I also want to add here that dairy, gluten, and sugar are some of the most highly inflammatory foods that can trigger other health issues if eaten too often. I know the milk industry wants you to believe that milk is the best source of calcium, but that is not true, in fact, there are many other foods that have more calcium in them than a glass of milk! Inflammation in the body can trigger our cells to turn on a disease that we are predisposed to, so we do not want to be adding to the inflammatory load on our body by eating these foods three times/day, 7 days/week! Our body is already struggling with inflammation due to an Omega 3:6 imbalance, our toxic load (see my article “Are Your Trashcans Overflowing?”) high stress, poor sleep, and unknowingly eating foods you are sensitive to, without adding in inflammatory foods as well. Sugar is in everything, it can be hard to avoid but reading labels will help and if sugar is in the top 3 ingredients on the list, put that product back on the shelf!

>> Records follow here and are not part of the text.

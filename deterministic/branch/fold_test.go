package branch

import (
	"fmt"
	"math"
	"testing"

	"holdfast/internal/zoo"
)

// located is the accuracy promised for folds.
const located = 1e-10

// The leakless latch has its fold at ab = 1/2, where x = 1 and y = a: Griffith, J.
// Theor. Biol. 20 (1968) 209 (the model); the closed form is common practice.
func TestLeaklessLatchFoldAtHalf(t *testing.T) {
	const a, b = 0.4, 0.9
	for _, c := range []struct {
		knob      string
		low, high float64
		want      float64
		y         float64
	}{
		{"a*b", 0.1, 2, 0.5, math.Sqrt(0.5 * a / b)},
		{"a", 0.01, 5, 0.5 / b, 0.5 / b},
		{"b", 0.1, 3, 0.5 / a, a},
	} {
		d := follow(t, zoo.LeaklessLatch(a, b, 100), c.knob, c.low, c.high)
		m := one(t, d, Fold)
		near(t, "fold in "+c.knob, m.Knob, c.want, located)
		near(t, "protein at the fold", m.Amounts[1], 1, located)
		near(t, "transcript at the fold", m.Amounts[0], c.y, located)
		if m.Opens != -1 {
			t.Errorf("the states exist at %+d of the fold, want below", m.Opens)
		}
		if len(d.Marks(Transcritical)) != 0 || len(d.Marks(Pitchfork)) != 0 {
			t.Errorf("in %s the fold was taken for a crossing", c.knob)
		}
	}
}

// x' = βxⁿ/(Kⁿ+xⁿ) − γx folds at β/(γK) = n/(n−1)^{(n−1)/n}, x/K = (n−1)^{1/n}:
// 2, 1; 1.8898816, 1.2599210; 1.7547654, 1.3160740 (computed; algebra).
func TestSelfActivatorFolds(t *testing.T) {
	for _, n := range []float64{2, 3, 4} {
		const k, gamma = 3, 0.7
		ratio, x := zoo.SelfActivatorFold(n)
		d := follow(t, zoo.SelfActivator(2.5*k*gamma, k, gamma, n, 50), "beta", 0, 10)
		m := one(t, d, Fold)
		near(t, fmt.Sprintf("fold for n = %g", n), m.Knob, ratio*gamma*k, located)
		near(t, fmt.Sprintf("x for n = %g", n), m.Amounts[0], x*k, located)
	}
}

// Both folds of x' = s − rx + x²/(1+x²) at s lie on r = 2x/(1+x²)², s =
// x²(1−x²)/(1+x²)²: Lewis, Slack, Wolpert, J. Theor. Biol. 65 (1977) 579 (from
// memory; algebra re-derived).
func TestLeakyActivatorFoldsLieOnTheCurve(t *testing.T) {
	const s = 0.05
	d := follow(t, zoo.LeakyActivator(0.5, s, 10), "r", 0.05, 2)
	folds := d.Folds()
	if len(folds) != 2 {
		t.Fatalf("%d folds, want 2", len(folds))
	}
	for _, m := range folds {
		r, at := zoo.LeakyFold(m.Amounts[0])
		near(t, "r", m.Knob, r, located)
		near(t, "s", at, s, 10*located) // s has a derivative in x; 10 covers its slope
	}
}

// The fold of the two-repressor switch in its inducer, 3.923e-5 M: computed for
// the model of Gardner, Cantor, Collins, Nature 403 (2000) 339 (constants from
// memory), given to four digits.
func TestInducerFold(t *testing.T) {
	d := follow(t, zoo.InducibleRepression(0, 100), "inducer", 0, 1e-4)
	m := one(t, d, Fold)
	near(t, "inducer at the fold", m.Knob, zoo.InducibleFold(), 0.5e-8/zoo.InducibleFold())
	want := zoo.InducibleStates()
	if len(d.Windows) != 2 {
		t.Fatalf("%d windows, want 2", len(d.Windows))
	}
	// The states at I = 0 are given to five digits or more.
	near(t, "low u", d.Windows[0].Amounts[0], want[0], 1e-5)
	near(t, "high u", d.Windows[1].Amounts[0], want[2], 1e-5)
	if w := d.Windows[1].High; w.Mark.Kind != Fold || w.Knob != m.Knob || !math.IsNaN(w.Distance) {
		t.Errorf("the high state ends at %v %v, %v per cent away; want the fold, and no per cent of 0", w.Mark.Kind, w.Knob, w.Distance)
	}
	if w := d.Windows[0].High; w.Mark.Kind != RangeEnd || w.Knob != 1e-4 {
		t.Errorf("the low state ends at %v %v, want the range's end", w.Mark.Kind, w.Knob)
	}
}

// The null vectors of a fold are those of the exact Jacobian: for the leakless
// latch in (transcript, protein), J = [−b, h′; 1, −a] with h′(1) = 1/2, so J·(a, 1) =
// (−ab + 1/2, 0) = 0 (algebra).
func TestFoldNullVectors(t *testing.T) {
	const a = 0.8
	m := one(t, follow(t, zoo.LeaklessLatch(a, 0.5, 10), "b", 0.1, 2), Fold)
	near(t, "null vector's ratio", m.Null[0]/m.Null[1], a, located)
	near(t, "left null vector's ratio", m.Left[1]/m.Left[0], 0.5/a, located)
	near(t, "product", m.Null[0]*m.Left[0]+m.Null[1]*m.Left[1], 1, located)
}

I haven’t even mentioned how much food to eat, which of course can vary greatly depending on how much exercise you get, whether you are wanting to lose weight or gain weight, but at a very basic starting point for someone who is wanting to maintain their weight and gets moderate exercise on a daily basis you want to be eating:

  • 7 – 9 cups of fruit and vegetables each day, approximately 2 – 3 cups/meal

  • 1 – 2 tbsp of a good quality fat per meal (avocado, olive oil, coconut oil, avocado oil)

  • 0.8g of protein per kg in body weight. For example, if you weigh 150 pounds, that is 68kg. 68 * 0.8 = 54.5, so you will want to eat about 55 g of protein in a day, divided over your 3 meals.

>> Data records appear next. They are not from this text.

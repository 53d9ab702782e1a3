package branch

import (
	"fmt"
	"math"

	"holdfast/model"
)

// kink is a min, max or abs in a reaction's law: it has no derivative where its
// arguments meet (for abs, where its argument is 0).
type kink struct {
	law  *channel
	node *model.Node
}

// kinks lists those of all laws.
func (f *field) kinks() []kink {
	var out []kink
	for i := range f.channels {
		c := &f.channels[i]
		c.law.Walk(func(n *model.Node) {
			if n.Op == model.OpMin || n.Op == model.OpMax || n.Op == model.OpAbs {
				out = append(out, kink{c, n})
			}
		})
	}
	return out
}

// side gives the difference of the arguments at u: its sign tells which holds.
func (f *field) side(k kink, u []float64) float64 {
	f.turn(u[f.n:])
	v := k.node.Args[0].Eval(u[:f.n], f.constants)
	if k.node.Op != model.OpAbs {
		v -= k.node.Args[1].Eval(u[:f.n], f.constants)
	}
	return v
}

// along tells whether u lies on the kink to within rounding.
func (f *field) along(k kink, u []float64) bool {
	f.turn(u[f.n:])
	size := 0.0
	for _, a := range k.node.Args {
		size = max(size, math.Abs(a.Eval(u[:f.n], f.constants)))
	}
	return math.Abs(f.side(k, u)) <= 1e-12*size
}

// rough says which law has no finite derivative at u; empty where all have.
func (f *field) rough(u []float64) string {
	f.turn(u[f.n:])
	for i := range f.channels {
		c := &f.channels[i]
		v := c.law.Gradient(u[:f.n], f.constants, f.dx, f.dc)
		if math.IsInf(largest(f.dx), 1) || math.IsInf(v, 0) || math.IsNaN(v) {
			return fmt.Sprintf("the law of reaction %q has no finite derivative there", f.net.Reactions[c.index].Name)
		}
	}
	return ""
}

// sideGradient gives side and writes its derivatives in the unknowns into grad.
func (f *field) sideGradient(k kink, u, grad []float64) float64 {
	f.turn(u[f.n:])
	clear(grad)
	value := 0.0
	for i, a := range k.node.Args {
		sign := 1.0
		if i == 1 {
			sign = -1
		}
		value += sign * a.Gradient(u[:f.n], f.constants, f.dx, f.dc)
		for j, d := range f.dx {
			grad[j] += sign * d
		}
		for j := range f.knobs {
			grad[f.n+j] += sign * f.alongKnob(j, f.dc, a.Constants())
		}
	}
	return value
}

// text says where the kink is.
func (f *field) text(k kink) string {
	species, constants := make([]string, f.n), make([]string, len(f.net.Constants))
	for i, s := range f.net.Species {
		species[i] = s.Name
	}
	for i, c := range f.net.Constants {
		constants[i] = c.Name
	}
	return fmt.Sprintf("the law of reaction %q has no derivative here, at the kink of %s", f.net.Reactions[k.law.index].Name, k.node.Format(species, constants))
}

// kinkSystem is the equations of rest together with side = 0.
type kinkSystem struct {
	f *field
	k kink
}

func (s *kinkSystem) columns() int { return s.f.columns() }

func (s *kinkSystem) evaluate(u, out, jac []float64) {
	n, cols := s.f.n, s.f.columns()
	s.f.evaluate(u, out[:n], jac[:n*cols])
	out[n] = s.f.sideGradient(s.k, u, jac[n*cols:])
}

I hope you have found this article to be helpful regarding the complicated topic of food. Perhaps you’ve had a few “ah-has” reading through it, what I really hope for you is that it allows you the freedom to stop listening to the media and start listening to your body! Just remember that your body is the ultimate dietary authority for every phase of your life. Listen to your body and let it guide you. Remember too, that unless you know of anaphylactic responses to food, which of course you need to avoid, you can experiment! Your body is the most powerful, least expensive, and BEST dietary experimentation lab in existence.

You can remove certain foods from your diet, keep a food journal and notice how you feel as a result of removing those foods. You need to remove them for at least 21 days to notice a difference. I always start with my clients by removing gluten, dairy, and eggs. Those are the top 3 food sensitivities I see in the labs I run. Then you can re-introduce those foods 1 by 1 after 3 weeks and see what you notice in terms of symptoms that show up. It can be a lot of work to keep track of all of this in a food journal, if you’re someone who wants to cut to the chase and just know, then please reach out and book a complimentary call with me to discuss running the Food Sensitivities lab test, which will assess you for over 190 different foods…and then you will be able to stop guessing as you’ll know, exactly what foods your body is struggling with right now!

Don’t panic, it doesn’t mean you have to remove them forever, but we may remove them for 6 weeks, 12 weeks, or 6 months, depending on the degree of your sensitivity, while we let your body heal. Each time you eat these foods it causes inflammation, and when we stop that inflammatory response, the body can heal itself. Then you can choose to re-introduce them, and you may choose to eat them only once a week or once a month, depending on the signals from your body! I find that when I guide my clients through this process, they really don’t want the food very often anymore as they feel so much better without it. However, if they are out and eat it, they don’t have to stress about it either…it puts them in the driver’s seat of what they put in their body, knowing how it will make them feel and function!

Remember too, nourishment is about much more than just food! What are you doing to nourish yourself in other ways?